Four Simple Fixes to Improve Your Property Website Conversions

Introduction

Sick of watching traffic come to your property site only to leave without converting? You’re not alone. The good news: you probably don’t need a total website overhaul. You just need to stop making things harder than they need to be.

In the multifamily and student housing world, your website should be more than a digital flyer with floor plans. It should be a leasing machine. But if it’s clunky, pushy, or trying too hard, most prospects will bail. And fast. They’ll find a smoother, easier site from a competitor and forget yours ever existed.

Here are four simple tweaks that can make the experience better for your prospects without blowing up your entire site.

1. Ease up on the "Apply Now" Buttons

Imagine walking into a store and the first thing that happens is someone yells “APPLY NOW!” That’s what your site is doing when those buttons dominate your property website.

Yes, having a prospect fill out an application is the end goal. No, it shouldn’t be the first and only thing you’re pushing. Most of your website visitors are still in research mode, comparing floor plans, making sure their pup is welcome, and trying to figure out if that “resort-style pool” actually lives up to the hype. They’re not ready to commit just yet.

So chill out. Keep an Apply Now button here and there, but mix it up and give people breathing room with softer CTAs like “Schedule a Tour,” “Request More Info,” “Get Directions,” or something else that’s clever. These still show intent without asking for such a hard commitment.

2. Use a Sticky Nav

A sticky nav is the navigation bar that stays at the top of the screen as you scroll. Simple. Useful. Surprisingly underused in property marketing. Without it, users have to scroll all the way back up just to switch pages or take action. It’s like making someone walk back to the lobby every time they want to ask a question. Give people what they want. Easy access to info and next steps, no matter where they are on the page. Bonus points for dropping a “Call Now” or “Schedule a Tour” button right in that sticky nav. Especially on mobile, it makes conversions easier than ever.

3. Popups: Use Them. Don’t Abuse Them.

A popup on your homepage? Smart. A popup every time someone clicks to a new page? Rage-inducing.

We’ve seen it all the time. A user starts on your homepage, gets a popup. Clicks to Floor Plans—popup. Gallery—another popup. By the time they hit Amenities, they’re not interested in the promotion anymore. They’re interested in closing the tab forever.

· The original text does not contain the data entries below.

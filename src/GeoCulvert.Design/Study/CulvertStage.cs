using GeoCulvert.Design.Basis;
using GeoCulvert.Design.Crossings;
using GeoCulvert.Design.Hydraulics;
using GeoCulvert.Design.Sizing;
using GeoCulvert.Design.Terrain;
using GeoCulvert.Design.Watersheds;

namespace GeoCulvert.Design.Study;

/// <summary>What came of sizing one crossing.</summary>
/// <param name="Status">One of <see cref="CrossingStatus"/>.</param>
/// <param name="Line">Where the barrel lies.</param>
/// <param name="Request">What was asked of the search; null when it could not be asked.</param>
/// <param name="Outcome">Its answer.</param>
/// <param name="Findings">Doubts.</param>
/// <param name="IsRoadLevelAssumed">Whether the road level is the least that serves, because the terrain shows no embankment.</param>
public sealed record CulvertStageResult(
    string Status, CulvertLine Line, SizingRequest? Request, SizingOutcome? Outcome, IReadOnlyList<Finding> Findings, bool IsRoadLevelAssumed = false)
{
    /// <summary>How the existing culvert stands; null without one.</summary>
    public ExistingAssessment? Existing { get; init; }
}

/// <summary>Where a flow meets a barrel: line, road, tailwater, criteria, search.</summary>
public static class CulvertStage
{
    /// <summary>Outlet velocity above which a finding is raised, m/s (common practice: unprotected natural channels bear less).</summary>
    public const double HighVelocityMPerS = 4;

    /// <summary>Sizes the culvert of one crossing.</summary>
    public static CulvertStageResult Size(
        Crossing crossing, Watershed watershed, FlowResult flow, RoadClass? roadClass, DrainedTerrain terrain, Grid<float> filledDepth, StudyInputs inputs, StudySettings settings,
        DownstreamPool? pool = null)
    {
        ArgumentNullException.ThrowIfNull(crossing);
        ArgumentNullException.ThrowIfNull(watershed);
        ArgumentNullException.ThrowIfNull(flow);
        ArgumentNullException.ThrowIfNull(inputs);
        ArgumentNullException.ThrowIfNull(settings);
        var existing = inputs.Inventory.GetValueOrDefault(crossing.Id);
        double? Given(string column) => inputs.Overrides.Of(crossing.Id, column) ?? column switch
        {
            "inlet_elevation" => existing?.InletElevationM,
            "outlet_elevation" => existing?.OutletElevationM,
            "length" => existing?.LengthM,
            _ => null,
        };
        CulvertLine Measure(double? roadElevationM) => CulvertLineSurvey.Measure(
            crossing, terrain.Direction, terrain.Accumulation, terrain.Elevation, filledDepth, new CrossingOverrides(crossing.Id)
            {
                InletElevationM = Given("inlet_elevation"),
                OutletElevationM = Given("outlet_elevation"),
                LengthM = Given("length"),
                RoadElevationM = roadElevationM,
                SkewDeg = Given("skew_deg"),
                RoadWidthM = Given("road_width"),
                SideSlope = Given("side_slope"),
            });
        var line = Measure(Given("road_elevation"));
        var findings = line.Findings.ToList();
        var edge = watershed.Total.EdgeContactShare;
        if (edge > settings.AcceptedEdgeContactShare)
        {
            findings.Add(StudyFindings.SizeWithheld.With($"{100 * edge:0.0} % of the boundary on the edge", edge, settings.AcceptedEdgeContactShare));
            return new CulvertStageResult(CrossingStatus.NotComputed, line, null, null, findings);
        }

        var missing = Missing(line, flow);
        if (missing.Count > 0)
        {
            findings.Add(StudyFindings.CulvertNotComputed.With("missing: " + string.Join(", ", missing)));
            return new CulvertStageResult(CrossingStatus.NotComputed, line, null, null, findings);
        }

        var criteria = settings.Criteria with
        {
            LargestHeadwaterRatio = Given("hw_over_d") ?? settings.Criteria.LargestHeadwaterRatio,
            HighestHeadwaterElevationM = Given("highest_headwater_elevation") ?? settings.Criteria.HighestHeadwaterElevationM,
            SmallestRiseM = Given("smallest_rise") ?? settings.SmallestRiseM ?? roadClass?.SmallestRiseM ?? 0,
        };
        var (designFlow, checkFlow) = (flow.Design.FlowM3PerS!.Value, flow.Check.FlowM3PerS!.Value);
        ITailwater Tailwater(CulvertLine at, List<Finding> doubts) => TailwaterStage.WithPool(
            TailwaterStage.For(crossing, at, terrain, watershed.Total.AreaM2, Math.Max(designFlow, checkFlow), settings.Tailwater, Given("tailwater_elevation"), doubts),
            pool, at.OutletElevation!.Value, designFlow, checkFlow, doubts);
        SizingRequest Ask(CulvertLine at, RoadCrest? road, List<Finding> doubts) => new(
            settings.Catalogue, criteria, designFlow, checkFlow, at.Length!.Value, at.InletElevation!.Value, at.OutletElevation!.Value, Tailwater(at, doubts), road) { Prices = settings.Prices };

        if (existing is not null) return Existing(existing, Ask(line, Crest(crossing, line), findings), line, flow, findings);
        var assumed = false;
        if (ShowsNoEmbankment(crossing, line, terrain, criteria) && CulvertSizing.Choose(Ask(line, null, [])).Chosen is { } first)
        {
            // The terrain cannot say where the road will be: lay the barrel under the least road that serves it.
            var level = LeastRoadLevelM(first, criteria);
            var under = Measure(level);
            if (Missing(under, flow).Count == 0)
            {
                (line, assumed) = (under, true);
                findings = [.. under.Findings.Where(f => f.Kind != CrossingFindings.RoadLevelFromDem)];
                findings.Add(StudyFindings.RoadLevelAssumed.With($"least level that serves: {level:0.00} m; the ground at the crossing lies at {first.Barrels.InletElevationM:0.00} m", level));
            }
        }

        var request = Ask(line, Crest(crossing, line), findings);
        var outcome = CulvertSizing.Choose(request);
        if (outcome.Chosen is not { } chosen)
        {
            var closest = outcome.Closest;
            findings.Add(StudyFindings.NoSizeFits.With(closest is null
                ? "the catalogue is empty"
                : $"closest: {closest.Description}: " + string.Join("; ", closest.Criteria.Where(c => !c.IsMet).Select(c => $"{c.Name} {c.Value:0.00}, limit {c.Limit:0.00}"))));
            return new CulvertStageResult(CrossingStatus.NoSizeFits, line, request, outcome, findings, assumed);
        }

        findings.AddRange(chosen.Design.Findings.Concat(chosen.Check.Findings).DistinctBy(f => f.Code));
        if (chosen.Design.OutletVelocityMPerS > HighVelocityMPerS)
            findings.Add(StudyFindings.OutletVelocityHigh.With($"{chosen.Design.OutletVelocityMPerS:0.0} m/s", chosen.Design.OutletVelocityMPerS, HighVelocityMPerS));
        if (chosen.Design.OutletVelocityMPerS > HighVelocityMPerS && RiprapApron.For(chosen.Design) is { } apron) findings.AddRange(apron.Findings);
        findings.AddRange(Bounds(chosen.Design, settings.Tailwater));
        return new CulvertStageResult(CrossingStatus.Sized, line, request, outcome, findings, assumed);
    }

    /// <summary>Rates a culvert that is there.</summary>
    private static CulvertStageResult Existing(ExistingBarrels existing, SizingRequest request, CulvertLine line, FlowResult flow, List<Finding> findings)
    {
        findings.AddRange(existing.Findings);
        if (existing.Choice is null) return new CulvertStageResult(CrossingStatus.NotComputed, line, null, null, findings);
        var option = CulvertSizing.Rate(request, existing.Choice, existing.Barrels);
        var floods = flow.Flows.Where(f => f.FlowM3PerS is not null).Select(f => (f.ReturnPeriodYr, f.FlowM3PerS!.Value)).ToList();
        var assessment = ExistingCulvert.Assess(option.Design.Site, request.Criteria, floods);
        findings.AddRange(option.Design.Findings.Concat(option.Check.Findings).DistinctBy(f => f.Code));
        if (assessment.First is { } first)
            findings.Add(InventoryFindings.Fails.With($"{first.Name} beyond {first.Limit:0.00} at the {first.FailsAtYr:G6}-year flood; capacity {first.FlowM3PerS:G3} m3/s", first.FailsAtYr));
        return new CulvertStageResult(CrossingStatus.Rated, line, request, new SizingOutcome(option, [option], null) { IsExisting = true }, findings) { Existing = assessment };
    }

    /// <summary>
    /// Whether the road level is only the terrain's and cannot be a road over a culvert: no room for the smallest barrel and its cover, or cells wider than the road.
    /// </summary>
    private static bool ShowsNoEmbankment(Crossing crossing, CulvertLine line, DrainedTerrain terrain, SizingCriteria criteria)
    {
        if (line.Profile is not { Origin: RoadLevelOrigin.Terrain } || line.LowestRoadElevation is { Origin: FigureOrigin.Given }) return false;
        var frame = terrain.Elevation.Frame;
        return Math.Max(frame.CellWidthM, frame.CellHeightM) > crossing.Road!.WidthM
            || !(line.LowestRoadElevation?.Value - line.InletElevation?.Value >= criteria.SmallestRiseM + criteria.SmallestCoverM);
    }

    /// <summary>Headwater with the high and outlet velocity with the low tailwater, where both are asked for.</summary>
    private static IEnumerable<Finding> Bounds(CulvertRating design, TailwaterSettings settings)
    {
        if (settings is not { LowDepthFactor: { } low, HighDepthFactor: { } high }) return [];
        var (site, bed) = (design.Site, design.Site.Barrels.OutletElevationM);
        var bounds = TailwaterBounds.Rate(site, new ScaledTailwater(site.Tailwater, bed, low), new ScaledTailwater(site.Tailwater, bed, high), design.FlowM3PerS);
        return
        [
            StudyFindings.TailwaterBounded.With(
                $"headwater {bounds.Low.HeadwaterElevationM:0.00} to {bounds.High.HeadwaterElevationM:0.00} m, outlet velocity {bounds.High.OutletVelocityMPerS:0.0} to {bounds.Low.OutletVelocityMPerS:0.0} m/s with {low:0.##} and {high:0.##} times the tailwater depth",
                bounds.High.HeadwaterElevationM, bounds.Low.HeadwaterElevationM),
            .. bounds.Findings,
        ];
    }

    private static double LeastRoadLevelM(SizingOption option, SizingCriteria criteria)
    {
        var level = Math.Max(
            option.Design.HeadwaterElevationM + criteria.FreeboardM,
            option.Barrels.InletElevationM + option.Barrels.Section.RiseM + criteria.SmallestCoverM);
        // Up to the next decimetre, so that a longer barrel under the raised road keeps its freeboard.
        return Math.Ceiling((level + 0.05) * 10) / 10;
    }

    private static List<string> Missing(CulvertLine line, FlowResult flow)
    {
        var missing = new List<string>();
        if (flow.Design.FlowM3PerS is null) missing.Add("design flow");
        if (flow.Check.FlowM3PerS is null) missing.Add("check flow");
        if (line.Length is null || line.Length.Value <= 0) missing.Add("barrel length");
        if (line.InletElevation is null) missing.Add("inlet invert");
        if (line.OutletElevation is null) missing.Add("outlet invert");
        return missing;
    }

    /// <summary>The road as a weir: its profile near the crossing, or a level given for it.</summary>
    private static RoadCrest? Crest(Crossing crossing, CulvertLine line)
    {
        if (line.LowestRoadElevation is not { } lowest) return null;
        var surface = crossing.Road?.Surface == "gravel" ? RoadSurface.Gravel : RoadSurface.Paved;
        var width = crossing.Road?.WidthM ?? 8;
        var points = line.Profile?.Points;
        if (lowest.Origin == FigureOrigin.Given || points is not { Count: > 1 })
        {
            var length = points is { Count: > 1 } ? points[^1].StationM - points[0].StationM : 100;
            return RoadCrest.Level(lowest.Value, length, width, surface);
        }

        return new RoadCrest([.. points.Select(p => (p.StationM, p.ElevationM))], width, surface);
    }
}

We recommend having the popup show once, right when someone lands on the homepage. That gets your message across without interrupting the rest of their browsing experience. If you want visibility across pages, use a subtle banner above the navigation. It’s always there, doesn’t get in the way, and won’t make your visitors feel like they’re playing Whac-A-Mole.

4. Make Calling or Texting Easy

This one’s so obvious it hurts, but we see it a ton. Your leasing team is ready to talk, but the phone number is buried in the footer like it’s part of the fine print in a legal document.

Fix it. Put your phone number, or better yet, a “Call Now” or “Text Us” button, right at the top of the site. Make it clickable. Make it visible on every page.

You never know if the website visitor is browsing your site while physically touring properties that day. Make it fast and easy for them to connect with you. When we run Google Ad campaigns, we consistently see strong performance from “Click-to-Call” actions. If you make it easy, they’ll reach out. If you don’t, they’ll move on.

Final Thoughts

Maybe your website doesn’t need a complete redesign. Maybe it just needs a few small, easy adjustments to get it on the right path.

If it’s too aggressive, too clunky, or too hard to navigate, people will leave. No matter how great your property website is. 

Clean things up. Lower the pressure. Make it easier to take action. Do that, and you’ll stop losing leads you should already be capturing.